*DATA SECTION*
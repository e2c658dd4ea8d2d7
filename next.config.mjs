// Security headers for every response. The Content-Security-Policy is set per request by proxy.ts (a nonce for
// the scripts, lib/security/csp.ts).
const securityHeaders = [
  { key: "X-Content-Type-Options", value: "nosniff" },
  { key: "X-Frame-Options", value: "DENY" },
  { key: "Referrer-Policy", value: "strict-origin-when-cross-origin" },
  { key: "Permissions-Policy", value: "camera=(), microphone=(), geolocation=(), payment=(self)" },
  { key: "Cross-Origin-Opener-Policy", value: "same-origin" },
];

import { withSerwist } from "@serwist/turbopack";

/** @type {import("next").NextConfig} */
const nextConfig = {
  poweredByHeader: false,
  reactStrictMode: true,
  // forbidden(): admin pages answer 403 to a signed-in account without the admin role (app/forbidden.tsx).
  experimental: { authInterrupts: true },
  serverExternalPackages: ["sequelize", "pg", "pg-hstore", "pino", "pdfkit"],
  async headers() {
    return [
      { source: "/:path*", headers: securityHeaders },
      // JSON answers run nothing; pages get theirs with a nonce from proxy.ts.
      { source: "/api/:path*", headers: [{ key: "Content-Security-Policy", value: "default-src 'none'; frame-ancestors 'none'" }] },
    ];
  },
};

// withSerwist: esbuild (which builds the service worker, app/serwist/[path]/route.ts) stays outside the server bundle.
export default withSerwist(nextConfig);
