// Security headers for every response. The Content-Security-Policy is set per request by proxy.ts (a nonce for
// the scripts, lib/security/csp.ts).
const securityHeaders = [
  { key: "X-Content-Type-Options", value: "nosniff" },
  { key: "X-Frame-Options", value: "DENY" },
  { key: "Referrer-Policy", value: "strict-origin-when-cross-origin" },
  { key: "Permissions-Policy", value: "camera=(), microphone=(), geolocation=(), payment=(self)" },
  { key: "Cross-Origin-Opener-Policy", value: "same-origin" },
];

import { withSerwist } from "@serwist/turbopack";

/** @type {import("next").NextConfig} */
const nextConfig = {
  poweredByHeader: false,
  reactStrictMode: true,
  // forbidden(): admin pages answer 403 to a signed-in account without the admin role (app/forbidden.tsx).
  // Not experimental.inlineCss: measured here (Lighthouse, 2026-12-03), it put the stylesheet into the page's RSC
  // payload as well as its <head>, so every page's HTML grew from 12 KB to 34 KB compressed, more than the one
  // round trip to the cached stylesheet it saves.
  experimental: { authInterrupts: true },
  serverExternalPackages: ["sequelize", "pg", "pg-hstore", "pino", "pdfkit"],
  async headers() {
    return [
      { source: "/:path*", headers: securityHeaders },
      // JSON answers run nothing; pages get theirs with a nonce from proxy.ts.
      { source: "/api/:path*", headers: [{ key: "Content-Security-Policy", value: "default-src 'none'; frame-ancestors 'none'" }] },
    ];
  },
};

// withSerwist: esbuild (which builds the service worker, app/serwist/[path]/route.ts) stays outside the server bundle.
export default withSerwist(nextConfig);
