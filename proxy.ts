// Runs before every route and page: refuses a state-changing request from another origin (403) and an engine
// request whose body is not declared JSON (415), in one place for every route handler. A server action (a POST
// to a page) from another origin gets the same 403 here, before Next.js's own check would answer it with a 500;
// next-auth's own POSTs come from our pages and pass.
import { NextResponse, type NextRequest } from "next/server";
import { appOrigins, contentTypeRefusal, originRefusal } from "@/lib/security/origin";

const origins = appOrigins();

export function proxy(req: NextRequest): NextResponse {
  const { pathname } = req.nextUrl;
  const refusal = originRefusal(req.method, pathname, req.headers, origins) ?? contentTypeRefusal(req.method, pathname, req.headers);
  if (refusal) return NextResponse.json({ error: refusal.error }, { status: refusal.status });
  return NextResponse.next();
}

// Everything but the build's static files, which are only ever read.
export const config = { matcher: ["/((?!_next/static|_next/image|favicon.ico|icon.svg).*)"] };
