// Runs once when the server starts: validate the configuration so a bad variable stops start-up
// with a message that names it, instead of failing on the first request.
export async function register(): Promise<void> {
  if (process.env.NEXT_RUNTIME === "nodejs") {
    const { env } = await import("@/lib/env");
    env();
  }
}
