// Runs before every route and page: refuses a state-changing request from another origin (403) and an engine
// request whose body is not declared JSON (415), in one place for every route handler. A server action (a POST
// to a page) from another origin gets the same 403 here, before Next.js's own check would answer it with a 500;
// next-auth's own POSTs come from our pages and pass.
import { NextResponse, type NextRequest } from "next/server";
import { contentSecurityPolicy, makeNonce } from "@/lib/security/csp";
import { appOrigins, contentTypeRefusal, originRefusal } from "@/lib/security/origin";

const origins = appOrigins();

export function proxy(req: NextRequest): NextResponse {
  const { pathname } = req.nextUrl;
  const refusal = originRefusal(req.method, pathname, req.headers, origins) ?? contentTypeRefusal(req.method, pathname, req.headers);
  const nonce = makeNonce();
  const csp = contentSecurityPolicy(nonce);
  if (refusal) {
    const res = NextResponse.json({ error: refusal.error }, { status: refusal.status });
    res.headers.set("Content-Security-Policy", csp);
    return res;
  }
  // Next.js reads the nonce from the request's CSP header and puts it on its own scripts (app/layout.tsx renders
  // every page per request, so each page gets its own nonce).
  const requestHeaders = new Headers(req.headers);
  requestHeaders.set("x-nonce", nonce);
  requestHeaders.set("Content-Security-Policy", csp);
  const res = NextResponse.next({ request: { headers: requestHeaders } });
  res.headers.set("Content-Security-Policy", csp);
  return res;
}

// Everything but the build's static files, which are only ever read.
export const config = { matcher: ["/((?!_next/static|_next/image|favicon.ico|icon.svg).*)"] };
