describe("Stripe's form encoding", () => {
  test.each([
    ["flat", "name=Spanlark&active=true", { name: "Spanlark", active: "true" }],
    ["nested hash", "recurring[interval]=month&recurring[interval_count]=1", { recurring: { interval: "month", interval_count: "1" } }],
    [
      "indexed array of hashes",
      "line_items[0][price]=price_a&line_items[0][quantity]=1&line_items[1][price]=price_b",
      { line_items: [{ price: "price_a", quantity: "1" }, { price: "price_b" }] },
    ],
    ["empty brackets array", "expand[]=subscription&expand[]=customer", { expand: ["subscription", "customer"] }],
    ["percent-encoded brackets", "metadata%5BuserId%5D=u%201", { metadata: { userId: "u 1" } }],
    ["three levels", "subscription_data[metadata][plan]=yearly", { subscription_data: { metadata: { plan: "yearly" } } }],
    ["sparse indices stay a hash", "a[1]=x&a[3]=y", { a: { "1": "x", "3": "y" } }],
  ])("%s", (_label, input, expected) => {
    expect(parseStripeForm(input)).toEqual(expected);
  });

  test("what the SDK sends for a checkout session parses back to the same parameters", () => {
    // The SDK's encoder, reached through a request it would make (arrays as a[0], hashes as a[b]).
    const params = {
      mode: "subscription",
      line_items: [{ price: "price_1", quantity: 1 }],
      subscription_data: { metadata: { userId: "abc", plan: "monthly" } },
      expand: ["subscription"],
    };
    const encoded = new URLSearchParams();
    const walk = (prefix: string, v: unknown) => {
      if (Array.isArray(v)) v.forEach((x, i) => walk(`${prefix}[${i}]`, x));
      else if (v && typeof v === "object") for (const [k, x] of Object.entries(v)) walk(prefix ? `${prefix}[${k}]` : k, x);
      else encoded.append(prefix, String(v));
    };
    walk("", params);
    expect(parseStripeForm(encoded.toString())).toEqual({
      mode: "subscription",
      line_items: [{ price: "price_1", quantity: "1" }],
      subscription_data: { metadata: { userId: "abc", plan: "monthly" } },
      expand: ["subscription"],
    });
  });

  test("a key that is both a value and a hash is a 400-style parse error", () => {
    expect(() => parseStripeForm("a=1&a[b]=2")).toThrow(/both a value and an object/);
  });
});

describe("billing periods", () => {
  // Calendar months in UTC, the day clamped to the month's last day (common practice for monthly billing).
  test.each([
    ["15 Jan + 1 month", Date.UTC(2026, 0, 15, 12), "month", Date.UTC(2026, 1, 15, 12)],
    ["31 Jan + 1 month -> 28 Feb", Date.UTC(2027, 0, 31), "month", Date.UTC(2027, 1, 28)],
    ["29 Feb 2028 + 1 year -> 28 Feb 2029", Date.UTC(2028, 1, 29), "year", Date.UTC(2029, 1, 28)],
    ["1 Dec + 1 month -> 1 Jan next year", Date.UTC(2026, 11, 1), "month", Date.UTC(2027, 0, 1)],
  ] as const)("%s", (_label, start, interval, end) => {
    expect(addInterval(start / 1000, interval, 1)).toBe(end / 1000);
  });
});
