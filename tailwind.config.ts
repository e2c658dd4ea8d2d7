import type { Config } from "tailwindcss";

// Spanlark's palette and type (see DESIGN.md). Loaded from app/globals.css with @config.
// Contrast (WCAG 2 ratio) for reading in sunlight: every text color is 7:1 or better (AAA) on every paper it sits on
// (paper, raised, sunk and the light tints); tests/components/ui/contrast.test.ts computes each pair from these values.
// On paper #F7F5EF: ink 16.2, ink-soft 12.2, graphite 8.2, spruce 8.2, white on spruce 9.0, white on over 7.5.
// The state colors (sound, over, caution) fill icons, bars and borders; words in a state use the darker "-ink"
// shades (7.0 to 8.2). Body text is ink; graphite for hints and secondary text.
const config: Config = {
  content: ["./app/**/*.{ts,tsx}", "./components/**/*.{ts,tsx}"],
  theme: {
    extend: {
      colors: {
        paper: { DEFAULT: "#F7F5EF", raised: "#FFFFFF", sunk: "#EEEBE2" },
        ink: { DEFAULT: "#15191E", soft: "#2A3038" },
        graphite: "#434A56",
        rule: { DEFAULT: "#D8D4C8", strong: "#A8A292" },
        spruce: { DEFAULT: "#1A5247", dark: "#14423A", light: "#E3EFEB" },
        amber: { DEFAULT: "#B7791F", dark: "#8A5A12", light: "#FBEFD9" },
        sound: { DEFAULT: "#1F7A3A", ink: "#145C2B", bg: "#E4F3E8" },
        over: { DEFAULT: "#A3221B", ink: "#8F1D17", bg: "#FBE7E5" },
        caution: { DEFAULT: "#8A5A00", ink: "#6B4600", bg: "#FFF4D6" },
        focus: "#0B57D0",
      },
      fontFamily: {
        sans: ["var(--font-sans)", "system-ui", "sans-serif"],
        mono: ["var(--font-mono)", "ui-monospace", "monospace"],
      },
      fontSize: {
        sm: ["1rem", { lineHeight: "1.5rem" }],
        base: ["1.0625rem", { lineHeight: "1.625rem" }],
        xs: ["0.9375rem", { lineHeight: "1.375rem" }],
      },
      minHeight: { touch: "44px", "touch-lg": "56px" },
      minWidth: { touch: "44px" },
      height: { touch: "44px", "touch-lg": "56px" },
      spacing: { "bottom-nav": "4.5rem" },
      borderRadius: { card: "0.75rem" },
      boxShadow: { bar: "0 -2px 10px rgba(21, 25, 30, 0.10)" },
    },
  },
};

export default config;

*PROBLEM DETAILS*
If a line of the listing above holds the string "requestHeaders", copy it.

*WRITTEN RESPONSE*
  const requestHeaders = new Headers(req.headers);
  requestHeaders.set("x-nonce", nonce);
  requestHeaders.set("Content-Security-Policy", csp);
  const res = NextResponse.next({ request: { headers: requestHeaders } });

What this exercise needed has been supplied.